Breaking news : Follow the latest on the coronavirus.

At the start of 2020, we believed random mass death did not stalk the Earth. For most of human history, infectious disease was a constant threat, and the struggle against it was an essential element of human civilization. By the mid-19th Century, science began to gain the upper hand against afflictions such as cholera.

In the early 1900s, Europeans learned how to limit the damage from malaria and yellow fever, at least for themselves. Penicillin and streptomycin were deployed in force during the 1940s. Childhood vaccinations for smallpox, measles, mumps, rubella, and chickenpox soon followed.

Over two centuries, roughly from the invention of inoculation against smallpox to its eradication, science rose to dominate the environment. To be sure, new diseases emerged — beginning in the 1980s, for example, when HIV/AIDS devastated some communities and countries.

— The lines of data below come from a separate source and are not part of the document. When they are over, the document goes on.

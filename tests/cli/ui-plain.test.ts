import { describe, expect, it } from 'vitest';
import { mkdtempSync, writeFileSync } from 'node:fs';
import { tmpdir } from 'node:os';
import { join } from 'node:path';
import { run } from '../../src/cli/run.js';
import { memoryIo } from '../../src/cli/io.js';
import { loadAllTrees } from '../../src/engine/load-tree.js';

describe('voltwalk with stdout not a terminal', () => {
  it('prints the board, every symptom and how to walk without the screens, exit 0, no frames', async () => {
    const home = mkdtempSync(join(tmpdir(), 'voltwalk-plain-'));
    writeFileSync(join(home, 'broken.json'), 'not json');
    const io = memoryIo({ env: { VOLTWALK_HOME: home } });
    expect(await run([], io)).toBe(0);
    const out = io.out();
    expect(out).toMatch(/^voltwalk — guided fault-finding \(plain output: not a terminal\)\nBoard: Wenlow Tamp compressor \(demo kit\) · rails \+12 V, −12 V · \d+ parts\n/);
    for (const t of loadAllTrees()) expect(out).toContain(`${t.id}`);
    expect(out).toContain('voltwalk walk --tree');
    expect(out).toContain(`! ${join(home, 'broken.json')}: the session file is damaged (not valid JSON) (left as it is)`);
    // No cursor movement or colour codes: plain text only.
    expect(out).not.toMatch(/\u001B\[/);
  });
});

But the prevailing view was that such health emergencies — while needing resources and demanding attention — were not central to the organization of our economies, our societies, and our lives.

Random death is back

The global impact of COVID-19 makes that view obsolete. Random mass death is back, and this reality will now dominate everything, for two reasons.

First, and more generally, this is not the first coronavirus, and it is one of several lethal variants to emerge since the turn of the millennium, including severe acute respiratory syndrome (SARS) and Middle East respiratory syndrome (MERS). There is no reason to think it will be the last.

Second, this particular coronavirus derives its lethal power from its specific profile: it is highly infectious and can be transmitted even by asymptomatic people. And, while many people who contract COVID-19 will suffer only a mild form, it appears most likely to kill older people and those with underlying health conditions, such as hypertension, diabetes, and obesity.

But why would any future coronavirus necessarily have a similar profile? Other coronaviruses — from those that cause the common cold to the deadly ones that cause SARS and MERS — do not.

It is entirely plausible, given the weak state of our scientific understanding, that a future coronavirus could profile in a different way — for example, proving more lethal to young people than to the old. Or perhaps it will target our children.

Once you have had that thought, it is not possible to believe that we can return to the pre-virus world. Everything we do, all of our investments, and the way we organize ourselves will be influenced by consideration of whether we are protected from COVID-19 and its successors or made more vulnerable to them.